Work task: The reply should be a single number: the count of lines below that contain the word "civil".

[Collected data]
describe("statistics that need more than a window", () => {
  const year = { type: "year", lag: 0 } as const;
  const years = yearly("01-01", 2001, 5);
  const rainfall = (values: readonly (number | null)[]) =>
    daily("2001-01-01", values, { site: "Ash", kind: "total", variable: "rain" });
  const wet = rainfall(Array.from({ length: DAYS }, (_, k) => [0, 0.9, 1, 9.9, 10, 20, 35][k % 7]));
  const rain: CovariateDefinition = { ...winter, unit: "mm", window: year, series: [wet] };
  const index = (name: (typeof ETCCDI_INDICES)[number], more: Partial<CovariateDefinition> = {}) =>
    numbers({ ...rain, statistic: { type: "index", index: name }, ...more }, years.slice(0, 1))[0];

  test("rain indices on a week of 0, 0.9, 1, 9.9, 10, 20, 35 mm: the edges 1, 10 and 20 count", () => {
    // 2001 has 52 such weeks and one day of 0 mm. Definitions: Zhang et al. (2011); the counts by hand.
    expect(index("R10mm")).toBe(52 * 3);
    expect(index("R20mm")).toBe(52 * 2);
    expect(index("CWD")).toBe(5);
    expect(index("CDD")).toBe(2);
    expect(index("PRCPTOT")).toBeCloseTo(52 * 75.9, 9);
    expect(index("SDII")).toBeCloseTo(75.9 / 5, 12);
    expect(index("Rx1day")).toBe(35);
    expect(index("Rx5day")).toBeCloseTo(75.9, 12);
  });

  test("R95pTOT: rain above the 95th percentile (type 7) of the base years' wet days", () => {
    const fifth = wet.values.map((mm, k) => (k % 70 === 6 ? 50 : mm));
    const series = [{ ...wet, values: fifth }];
    const statistic: Statistic = { type: "R95pTOT", base: { from: 2001, to: 2003 } };
    // One wet day in 50 has 50 mm, nine in 50 have 35: the percentile is 35, and only more than that counts.
    const days = fifth.subarray(0, 365).filter((mm) => mm > 35);
    expect(days.length).toBe(6);
    expect(numbers({ ...rain, statistic, series }, years.slice(0, 1))).toEqual([300]);
    const dry = aggregateCovariate(
      { ...rain, statistic: { type: "R95pTOT", base: { from: 1991, to: 1993 } } },
      years.slice(0, 1),
    );
    expect(dry.covariate.values[0].failed).toBe("no wet day in the base years 1991 to 1993");
  });

  test("R95pTOT: the percentile is that of wet days alone", () => {
    // Wet days of 1 … 20 mm: type 7 gives 19.05, so 20 mm alone counts; of all 365 days it would be some 2 mm.
    const values = Array.from({ length: 365 }, (_, k) => (k % 18 === 0 && k < 360 ? k / 18 + 1 : 0.5));
    const statistic: Statistic = { type: "R95pTOT", base: { from: 2001, to: 2001 } };
    expect(numbers({ ...rain, statistic, series: [rainfall(values)] }, years.slice(0, 1))).toEqual([20]);
  });

  test("temperature indices are strict: 0, 20 and 25 themselves do not count", () => {
    const cycle = [-5, 0, 20, 20.1, 25, 25.1, 30];
    const values = Array.from({ length: DAYS }, (_, k) => cycle[k % 7]);
    const series = [daily("2001-01-01", values, { variable: "t" })];
    const of = (name: (typeof ETCCDI_INDICES)[number]) => index(name, { unit: "degC", series });
    expect(of("frost days")).toBe(53); // 52 weeks and the year's last day
    expect(of("icing days")).toBe(53);
    expect(of("tropical nights")).toBe(52 * 4);
    expect(of("summer days")).toBe(52 * 2);
    expect(of("TXx")).toBe(30);
    expect(of("TNn")).toBe(-5);
    expect(of("growing-season length")).toBeNaN(); // never six warm days in a row
  });

  test("an index in the wrong unit is refused", () => {
    expect(errorName(() => index("TXx"))).toBe("aggregate.index-unit");
    expect(errorName(() => index("CDD", { unit: "in" }))).toBe("aggregate.index-unit");
    for (const name of ETCCDI_INDICES) {
      const units = ["degC", "mm"].filter(
        (unit) => errorName(() => index(name, { unit })) === "nothing thrown",
      );
      expect(units, name).toHaveLength(1);
    }
  });

  test("degree-days of two series; a station without minima is refused", () => {
    const max = daily("2001-01-01", new Array(365).fill(87), { variable: "tmax" });
    const min = daily("2001-01-01", new Array(365).fill(63), { variable: "tmin" });
    const statistic: Statistic = { type: "degree-days of extremes", base: 50, cap: 86, method: 2 };
    const corn = { ...rain, unit: "degF", statistic, series: [max], second: [min] };
    const { covariate } = aggregateCovariate(corn, years.slice(0, 1));
    expect(covariate.values[0].value).toBe(365 * 24.5);
    expect(covariate.unit).toBe("degF days");
    expect(covariate.definition).toContain(
      "capped at 86 degF (method 2) of tmax and tmin over calendar year",
    );
    expect(errorName(() => numbers({ ...corn, second: [] }))).toBe("aggregate.second-missing");
    const hourly = { ...min, ends: min.ends.map((end) => end + 1) };
    expect(errorName(() => numbers({ ...corn, second: [hourly] }))).toBe("aggregate.periods-differ");
  });

  test("anomalies: departures from the base mean of the month take the season out", () => {
    const seasonal = Array.from(
      { length: DAYS },
      (_, k) => 10 * civil(on("2001-01-01") + k).month + (k < 365 ? 0 : 3),
    );
    const series = [daily("2001-01-01", seasonal)];
    const anomaly = { by: "month", base: { from: 2001, to: 2001 } } as const;
    expect(numbers({ ...winter, series, anomaly }, intervals.slice(1, 3))).toEqual([3, 3]);
  });

  test("anomalies by calendar day: a value that depends on month and day alone leaves nothing", () => {
    const values = Array.from({ length: DAYS }, (_, k) => {
      const { month, day } = civil(on("2001-01-01") + k);
      return month * day + (k >= 730 ? 1 : 0);
    });
    const anomaly = { by: "day", base: { from: 2001, to: 2002 } } as const;
    const series = [daily("2001-01-01", values)];
    const range = { ...winter, series, anomaly, statistic: { type: "range" } } as const;
    expect(numbers(range, intervals.slice(0, 1))).toEqual([0]);
    expect(numbers({ ...winter, series, anomaly }, intervals.slice(2, 3))).toEqual([1]); // but 29 February 2004
    const { covariate } = aggregateCovariate({ ...winter, series, anomaly }, intervals.slice(2, 3));
    expect(covariate.values[0]).toMatchObject({ daysDue: 121, daysCovered: 120 }); // the base has no such day
  });

  test("no series at all is refused; parts that overlap too", () => {
    expect(errorName(() => numbers({ ...winter, series: [] }))).toBe("aggregate.no-series");
    expect(errorName(() => numbers({ ...winter, series: [stations[0], stations[0]] }))).toBe(
      "aggregate.series-overlap",
    );
  });

  test("values of the base years: the season that ends in each", () => {
    const values = baseValues({ ...winter, series: [stations[0]] }, { from: 2002, to: 2006 });
    expect(Array.from(values ?? [])).toEqual(numbers({ ...winter, series: [stations[0]] }));
    expect(
      baseValues({ ...winter, window: { type: "interval", lag: 0 } }, { from: 2002, to: 2006 }),
    ).toBeUndefined();
    const lagged = { ...winter, window: { ...winter.window, lag: 2 }, series: [stations[0]] };
    expect(baseValues(lagged, { from: 2002, to: 2006 })).toEqual(values);
    const before = baseValues({ ...winter, series: [stations[0]] }, { from: 2000, to: 2002 });
    expect(Array.from(before ?? [], Number.isNaN)).toEqual([true, true, false]);
  });
});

Completed exercise: 2